The Case for Organizationally-Based Incentives

by David Creelman | Posted | Total Rewards

The Case for Organizationally-Based Incentives

In my last blog post I discussed some questions posed by Sara Rynes around incentive compensation plans. Here are two more (see Rynes 2002). Are these statements true or false?

  1. There is a positive relationship between the proportion of managers receiving organizationally-based pay incentives and company profitability.
  2. New companies have a better chance of surviving if all employees receive incentives based on organization-wide performance.

I won’t keep you in suspense: both of these are true. The latter statement is particularly interesting because we are not talking about how incentive-based compensation can “help a bit”; we are talking about the difference between surviving and perishing.

The evidence

Rynes has the research to back up her statements. A study by Gerhart & Milkovich (1990) found that companies with 80% managerial eligibility for stock options had 25% higher return on assets than companies where only 20% of managers were eligible. Research by Welbourne & Andrews (1996) also found that new companies which placed a high value on their employees (as coded from prospectuses) and that included high levels of organizational performance-based pay had dramatically higher five-year survival rates (92%) than those which were low on both dimensions (34%).

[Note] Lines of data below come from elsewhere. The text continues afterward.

impl Problem for Adjusted {
    fn card(&self) -> &'static Card {
        &CARD
    }

    fn groups(&self) -> &[Group] {
        &self.parallel.groups
    }

    fn risk(&self) -> Risk {
        self.risk.risk
    }

    fn effect(&self) -> &Effect {
        &self.effect
    }

    fn spread(&self) -> Option<&Spread> {
        Some(&self.spread)
    }

    fn smallest_step(&self) -> u64 {
        self.parallel.smallest_step()
    }

    fn sizes(&self, step: u64) -> Option<Sizes> {
        self.parallel.sizes(step)
    }

    fn at_sizes(&self, sizes: &Sizes) -> numerics::Result<Box<dyn AtSizes>> {
        let (_, factor) = self.parallel.weakest_pair(sizes);
        let test = self.test(sizes, factor)?;
        Ok(match self.method {
            Method::Averaged => Box::new(AveragedTest::new(test)?),
            Method::Plain | Method::Unadjusted | Method::Change => Box::new(test),
        })
    }

    fn textbook(&self, at: Point) -> numerics::Result<Option<Textbook>> {
        let factor = self.parallel.relative_factor() * self.residual();
        let ratio = at.nuisance * factor / at.effect;
        Ok(self.quantiles()?.size(ratio, |step| self.parallel.rounded_up(step)))
    }

    fn textbook_power(&self, sizes: &Sizes, at: Point) -> numerics::Result<f64> {
        let factor = self.parallel.weakest_pair(sizes).1 * self.residual();
        Ok(self.quantiles()?.power(at.effect / (at.nuisance * factor)))
    }

    fn textbook_detectable(&self, sizes: &Sizes, nuisance: f64) -> numerics::Result<f64> {
        let factor = self.parallel.weakest_pair(sizes).1 * self.residual();
        Ok(self.quantiles()?.detectable(nuisance * factor))
    }

    fn trial(&self, sizes: &Sizes, at: Point) -> numerics::Result<Box<dyn Trial>> {
        let (weakest, _) = self.parallel.weakest_pair(sizes);
        let df = self.degrees_of_freedom(sizes);
        let critical = self.parallel.family(&self.risk).steps(df, &as_numbers(sizes))?;
        Ok(Box::new(AdjustedTrial {
            sizes: sizes.per_group.iter().map(|n| *n as usize).collect(),
            df,
            rejection: Rejection { critical, sides: self.risk.risk.sides },
            correlation: self.correlation.value,
            comparisons: self.parallel.simulated(sizes, at.effect / at.nuisance),
            weakest,
        }))
    }

    fn rivals(&self) -> numerics::Result<Vec<Rival>> {
        let exact = |id, source, method| {
            let problem = self.changed(|p| p.method = method);
            Rival { id, source, answer: RivalAnswer::Exact(problem) }
        };
        let mut rivals = vec![exact("plain", Some("cochran-cox-1957"), Method::Plain)];
        if let Some(step) = self.shrunk_t()?
            && let Some(sizes) = self.parallel.rounded_up(step)
        {
            let answer = RivalAnswer::Formula { step, sizes };
            rivals.push(Rival { id: "shrunk-t", source: Some("borm-2007"), answer });
        }
        rivals.push(exact("unadjusted", None, Method::Unadjusted));
        if self.baseline.is_none() {
            rivals.push(exact("change", Some("frison-pocock-1992"), Method::Change));
        }
        if self.comparisons() > 1 {
            for (id, other) in [
                ("each-at-alpha", Multiplicity::EachAtAlpha),
                ("bonferroni", Multiplicity::Bonferroni),
                ("sidak", Multiplicity::Sidak),
            ] {
                if other != self.risk.multiplicity {
                    let problem = self.changed(|p| p.risk.multiplicity = other);
                    let answer = RivalAnswer::Exact(problem);
                    rivals.push(Rival { id, source: None, answer });
                }
            }
        }
        Ok(rivals)
    }

    fn levers(&self) -> Vec<Lever> {
        let mut levers = Vec::new();
        let rho = self.correlation.value;
        if self.baseline.is_none() && rho > 0.0 {
            // Means of two measurements under compound symmetry (Frison and Pocock 1992): the mean of two has the
            // variance (1 + ρ)/2 and the same covariance with the other measurement.
            let share = ((1.0 + rho) / 2.0).sqrt();
            let problem = self.changed(|p| p.correlation.value = rho / share);
            levers.push(Lever { id: "second-baseline", value: None, problem });
            let problem = self.changed(|p| {
                p.spread.sd *= share;
                p.correlation.value = rho / share;
            });
            levers.push(Lever { id: "second-outcome", value: None, problem });
        }
        let problem = self.changed(|p| p.spread.sd *= 0.8);
        levers.push(Lever { id: "sharper-measurement", value: Some(0.2), problem });
        if !self.parallel.is_balanced() {
            let even = self.changed(|p| p.parallel.groups.iter_mut().for_each(|g| g.weight = 1.0));
            levers.push(Lever { id: "equal-groups", value: None, problem: even });
        }
        let directed = self.comparisons() == 1
            || self.parallel.compare == super::inputs::Compare::AgainstControl;
        if self.risk.risk.sides == Sides::Two && directed {
            let problem = self.changed(|p| p.risk.risk.sides = Sides::One);
            levers.push(Lever { id: "one-sided", value: None, problem });
        }
        levers
    }

    fn facts(&self, sizes: &Sizes) -> numerics::Result<Facts> {
        let at = self.planned();
        let mut comparisons = Vec::new();
        for &pair in &self.parallel.pairs {
            let test = self.test(sizes, self.parallel.pair_factor(sizes, pair))?;
            let noncentrality = at.effect / (at.nuisance * test.factor);
            comparisons.push(json!({
                "first": pair.0,
                "second": pair.1,
                "noncentrality": noncentrality,
                "power": AveragedTest::new(test)?.power_at(noncentrality)?,
            }));
        }
        let (weakest, factor) = self.parallel.weakest_pair(sizes);
        let test = self.test(sizes, factor)?;
        let noncentrality = at.effect / (at.nuisance * test.factor);
        let factor = self.parallel.relative_factor();
        let facts = json!({
            "compare": self.parallel.compare,
            "allocation_why": self.parallel.allocation_why,
            "balanced": self.parallel.is_balanced(),
            "multiplicity": self.risk.multiplicity,
            "risk": self.risk,
            "alpha_each": self.parallel.family(&self.risk).level(),
            "rising": self.effect.planned.value > 0.0,
            "degrees_of_freedom": test.df,
            "critical": test.critical,
            "standardised": at.effect / at.nuisance,
            "weakest": weakest,
            "noncentrality": noncentrality,
            "plain_power": test.power_at(noncentrality)?,
            "relative_factor_squared": factor * factor,
            "comparisons": comparisons,
            "any_power": null,
            "all_power": null,
            "baseline": self.baseline,
            "correlation": self.correlation,
            "variance_factor": self.residual() * self.residual(),
            "residual_sd": at.nuisance * self.residual(),
            "further_inputs": [{"id": "correlation", "value": self.correlation.value, "grounds": self.correlation.grounds}],
        });
        Ok(match facts {
            serde_json::Value::Object(map) => map,
            _ => Facts::new(),
        })
    }
}
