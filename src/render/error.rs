//! Why a document could not be made.

use thiserror::Error;

use super::figures::FigureError;
use super::pdf::TypstError;
use super::png::PngError;

/// A failure of a renderer.
#[derive(Debug, Error)]
pub enum RenderError {
    /// A template does not parse, or asks for something that is not there.
    #[error("template {}", place(.0))]
    Template(#[from] minijinja::Error),
    /// Typst refused the source.
    #[error(transparent)]
    Typst(#[from] TypstError),
    /// A figure could not be drawn.
    #[error(transparent)]
    Figure(#[from] FigureError),
    /// A figure could not be turned into pixels.
    #[error(transparent)]
    Png(#[from] PngError),
    /// The plan could not be written as JSON.
    #[error("the plan could not be written as JSON: {0}")]
    Plan(serde_json::Error),
    /// The program has no templates in the language.
    #[error("there are no templates in the language `{0}`")]
    Language(String),
    /// A label of a figure is missing in the templates.
    #[error("the template `figures.j2` gives no text for `{0}`")]
    Label(&'static str),
}

fn place(error: &minijinja::Error) -> String {
    let mut text = format!("{}, line {}: ", error.name().unwrap_or("?"), error.line().unwrap_or(0));
    text.push_str(&error.to_string());
    let mut cause = std::error::Error::source(error);
    while let Some(inner) = cause {
        text.push_str(&format!("; {inner}"));
        cause = inner.source();
    }
    text
}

When you read the details of the research you realize we have to be careful about using the word “true”.  For example, we can look at the question: Does the preponderance of academic research lead you to believe that organizationally based compensation models are a good idea? It’s possible to say that’s true. But it doesn’t work as a statement: Research shows you should always have organizationally based pay incentives. That overstates the certainty of the research.

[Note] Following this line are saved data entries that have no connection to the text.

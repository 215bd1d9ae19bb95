//! The one door through which text enters a document: what is data stays data in every output format.

use std::fmt::Write;

/// Kind of output that a template produces.
#[derive(Debug, Clone, Copy, PartialEq, Eq, Hash)]
pub enum Face {
    /// Typst source.
    Typst,
    /// Markdown as CommonMark and pandoc read it.
    Markdown,
    /// Plain text.
    Text,
}

impl Face {
    /// Name of the folder with the face's templates, and of the auto-escaping mode.
    pub fn name(self) -> &'static str {
        match self {
            Self::Typst => "typst",
            Self::Markdown => "markdown",
            Self::Text => "text",
        }
    }

    /// Text that this face shows literally, whatever characters it holds.
    pub fn escape(self, text: &str) -> String {
        match self {
            Self::Typst => format!("#{};", typst_string(&breakable(text))),
            Self::Markdown => markdown(text),
            Self::Text => text.to_owned(),
        }
    }

    /// A formatted number as it stands in a formula: TeX in Markdown, Typst's own mathematics in Typst.
    pub fn in_formula(self, number: &str) -> String {
        let mut text = String::new();
        let mut power = false;
        for character in number.chars() {
            let raised = "⁰¹²³⁴⁵⁶⁷⁸⁹".chars().position(|c| c == character);
            match (character, raised) {
                (_, Some(digit)) => {
                    let _ = write!(text, "{digit}");
                }
                ('⁻', _) => text.push('-'),
                ('\u{2212}', _) => text.push('-'),
                ('\u{202f}', _) => {
                    text.push_str(if self == Self::Typst { " thin " } else { r"\," })
                }
                ('×', _) => text.push_str(if self == Self::Typst { "times" } else { r"\times" }),
                ('>', _) => text.push('>'),
                (other, _) => text.push(other),
            }
            let starts_power = matches!(character, '⁻') || raised.is_some();
            if starts_power && !power {
                let at = text.len() - 1;
                text.insert_str(at, if self == Self::Typst { "^(" } else { "^{" });
                power = true;
            }
        }
        if power {
            text.push(if self == Self::Typst { ')' } else { '}' });
        }
        text
    }
}

/// Longest run without a space that a column of a table can be counted on to hold.
const LONGEST_RUN: usize = 40;

/// The same text with invisible places to break in runs that no line could hold.
fn breakable(text: &str) -> std::borrow::Cow<'_, str> {
    if text.split(char::is_whitespace).all(|run| run.chars().count() <= LONGEST_RUN) {
        return text.into();
    }
    let mut broken = String::with_capacity(text.len() + 16);
    let mut run = 0;
    for character in text.chars() {
        run = if character.is_whitespace() { 0 } else { run + 1 };
        if run > LONGEST_RUN / 2 {
            broken.push('\u{200b}');
            run = 1;
        }
        broken.push(character);
    }
    broken.into()
}

/// A string literal of Typst code.
pub fn typst_string(text: &str) -> String {
    let mut literal = String::with_capacity(text.len() + 2);
    literal.push('"');
    for character in text.chars() {
        match character {
            '"' => literal.push_str("\\\""),
            '\\' => literal.push_str("\\\\"),
            '\n' | '\r' | '\t' => literal.push(' '),
            other => literal.push(other),
        }
    }
    literal.push('"');
    literal
}

/// Escapes what CommonMark, its common extensions or pandoc would read as markup.
fn markdown(text: &str) -> String {
    let mut escaped = String::with_capacity(text.len() + 8);
    let mut previous = None;
    let mut short_first_word = true;
    let mut characters = text.chars().peekable();
    while let Some(character) = characters.next() {
        let next = characters.peek().copied();
        let first = previous.is_none();
        let escape = match character {
            '\\' | '`' | '*' | '_' | '{' | '}' | '[' | ']' | '<' | '>' | '#' | '$' | '@' | '^'
            | '~' | '|' | '&' | '"' => true,
            '\'' => !(within_word(previous) && within_word(next)),
            '+' | ':' | '=' | '%' if first => true,
            ':' => short_first_word || next == Some('/'),
            '-' => first || previous == Some('-') || next == Some('-'),
            '!' => next == Some('['),
            '(' => first || previous == Some(']'),
            // A short first word before a dot or a bracket would open a list.
            '.' | ')' if short_first_word && !first && next.is_none_or(char::is_whitespace) => true,
            '.' => previous == Some('.') || next == Some('.') || previous == Some('w'),
            _ => false,
        };
        if escape {
            escaped.push('\\');
        }
        escaped.push(if matches!(character, '\n' | '\r' | '\t') { ' ' } else { character });
        short_first_word &= character.is_alphanumeric() || (first && character == '(');
        previous = Some(character);
    }
    escaped
}

fn within_word(neighbour: Option<char>) -> bool {
    neighbour.is_some_and(char::is_alphanumeric)
}

#[cfg(test)]
mod tests {
    use super::*;

    const HOSTILE: &str = r##"#read("/etc/passwd") *x* $y$ @z <a> [b](c) {{ 7*7 }} \"##;

    #[test]
    fn typst_gets_a_string_literal() {
        assert_eq!(
            Face::Typst.escape(HOSTILE),
            r##"#"#read(\"/etc/passwd\") *x* $y$ @z <a> [b](c) {{ 7*7 }} \\";"##
        );
    }

    #[test]
    fn markdown_escapes_each_mark() {
        assert_eq!(
            Face::Markdown.escape(HOSTILE),
            r##"\#read(\"/etc/passwd\") \*x\* \$y\$ \@z \<a\> \[b\]\(c) \{\{ 7\*7 \}\} \\"##
        );
        assert_eq!(Face::Markdown.escape("1986. A year"), "1986\\. A year");
        assert_eq!(Face::Markdown.escape("- item"), "\\- item");
        assert_eq!(Face::Markdown.escape("(1) Does it?"), "\\(1\\) Does it?");
        assert_eq!(Face::Markdown.escape("a) one"), "a\\) one");
        assert_eq!(Face::Markdown.escape("Table: x"), "Table\\: x");
        assert_eq!(Face::Markdown.escape("0.5 mm"), "0.5 mm");
    }

    #[test]
    fn powers_of_ten_stay_powers() {
        assert_eq!(
            Face::Typst.in_formula("2.5\u{202f}×\u{202f}10⁻⁹"),
            "2.5 thin times thin 10^(-9)"
        );
        assert_eq!(Face::Markdown.in_formula("2.5\u{202f}×\u{202f}10⁻⁹"), r"2.5\,\times\,10^{-9}");
    }
}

Studies are never definitive, but as a reward professional given the choice of listening to the academic evidence and listening to a manager who thinks these kinds of incentives are rubbish, well, I’d lean towards the academic evidence.

Moving from research to reality

To really make sense of the research we need to move from the raw academic findings towards a hypothesis about the causal mechanism that leads from widely shared incentives to survival and success. Personally, I imagine two types of companies: the firm where there is an inner circle which makes the decisions, considers those outside the circle as hired hands, and as a result keeps the organizational performance incentives to themselves. The other type of firm is one where many people are seen as “insiders” and therefore incentives are more widely shared. So my interpretation is that it is the firm where more people feel like insiders that performs better.

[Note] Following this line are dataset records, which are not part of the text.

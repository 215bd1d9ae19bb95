//! Figures as pixels, for readers that show no SVG.

use std::sync::Arc;

use resvg::tiny_skia::{Pixmap, Transform};
use resvg::usvg::{ImageHrefResolver, Options, Tree};

use super::pdf::{FontSet, TypstError, check_figure};

/// Largest number of pixels in a picture.
const PIXELS: u64 = 100_000_000;

/// Why a figure gave no picture.
#[derive(Debug, Clone, PartialEq, thiserror::Error)]
pub enum PngError {
    /// The figure's text cannot be printed.
    #[error(transparent)]
    Unprintable(#[from] TypstError),
    /// The figure is not an SVG that can be drawn.
    #[error("the figure cannot be drawn: {0}")]
    Svg(String),
    /// The scale makes no picture of a usable size.
    #[error("a scale of {scale} gives {width} × {height} pixels; at most 100 million are drawn")]
    Size {
        /// The scale that was asked for.
        scale: f32,
        /// Pixels across.
        width: f32,
        /// Pixels down.
        height: f32,
    },
    /// The picture could not be written as PNG.
    #[error("the picture cannot be written: {0}")]
    Encoding(String),
}

/// Draws an SVG with the fonts of the set, `scale` pixels to one SVG unit, and
/// returns it as a PNG on a transparent ground. Equal input gives equal bytes.
///
/// Pictures and files that the SVG refers to are not loaded.
///
/// # Errors
///
/// * [`PngError::Unprintable`] when a character of the figure is in no font.
/// * [`PngError::Svg`] for anything but a well-formed SVG with a size.
/// * [`PngError::Size`] when the scale is not above 0 or the picture too large.
pub fn png(svg: &str, scale: f32, fonts: &FontSet) -> Result<Vec<u8>, PngError> {
    check_figure(fonts, svg)?;
    let options = Options {
        resources_dir: None,
        font_family: FontSet::TEXT_FAMILY.to_owned(),
        fontdb: Arc::clone(fonts.database()),
        image_href_resolver: ImageHrefResolver {
            resolve_data: Box::new(|_, _, _| None),
            resolve_string: Box::new(|_, _| None),
        },
        ..Options::default()
    };
    let tree =
        Tree::from_str(svg, &options).map_err(|problem| PngError::Svg(problem.to_string()))?;
    let width = (tree.size().width() * scale).ceil();
    let height = (tree.size().height() * scale).ceil();
    let refuse = || PngError::Size { scale, width, height };
    let usable = |side: f32| (1.0..=PIXELS as f32).contains(&side);
    if !(scale > 0.0 && usable(width) && usable(height)) {
        return Err(refuse());
    }
    let (across, down) = (width as u32, height as u32);
    if u64::from(across) * u64::from(down) > PIXELS {
        return Err(refuse());
    }
    let mut picture = Pixmap::new(across, down).ok_or_else(refuse)?;
    resvg::render(&tree, Transform::from_scale(scale, scale), &mut picture.as_mut());
    picture.encode_png().map_err(|problem| PngError::Encoding(problem.to_string()))
}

It would be ideal to have academic evidence that my “two types of firm” model is a reasonable reflection of reality; however, we always hit a point where the only available evidence is a logical argument based on practical experience. We should not shy away from logical models based on practical experience, and when a model is aligned with academic research or results from our own analytics we feel all the more confident that it will be helpful.

The value of a logical model, and the causality it implies, is that it gives us a bigger game to play beyond just changing our incentives plan. We know that incentives are part of a tactic to have people feel like valued team members rather than hired hands. That has implications beyond reward, and we clearly need a coordinated effort among a number of HR departments to achieve that.

I suppose part of what I am asking you to do is be analytically minded, not just in terms of getting the numbers right, but also in understanding the big picture of which reward is just one part. We are not in HR just to push papers from one side of the desk to another. We are there to make wise decisions based on available evidence and that often that leads us to think beyond the compensation department.

References:

Gerhart, B., & Milkovich, G.T. (1990). Organizational differences in managerial compensation and financial performance. Academy of Management Journal, 33, 663–691.

Rynes, S.L., Colbert A.E. & Brown, K.G. HR professionals’ beliefs about effective human resource practices:  correspondence between research and practice, Human Resource Management, Summer 2002, Vol. 41, No. 2, Pp. 149–174

Welbourne, T.M., & Andrews, A.O. (1996). Predicting the performance of initial public offerings: Should human resource management be in the equation? Academy of Management Journal, 39, 891–919.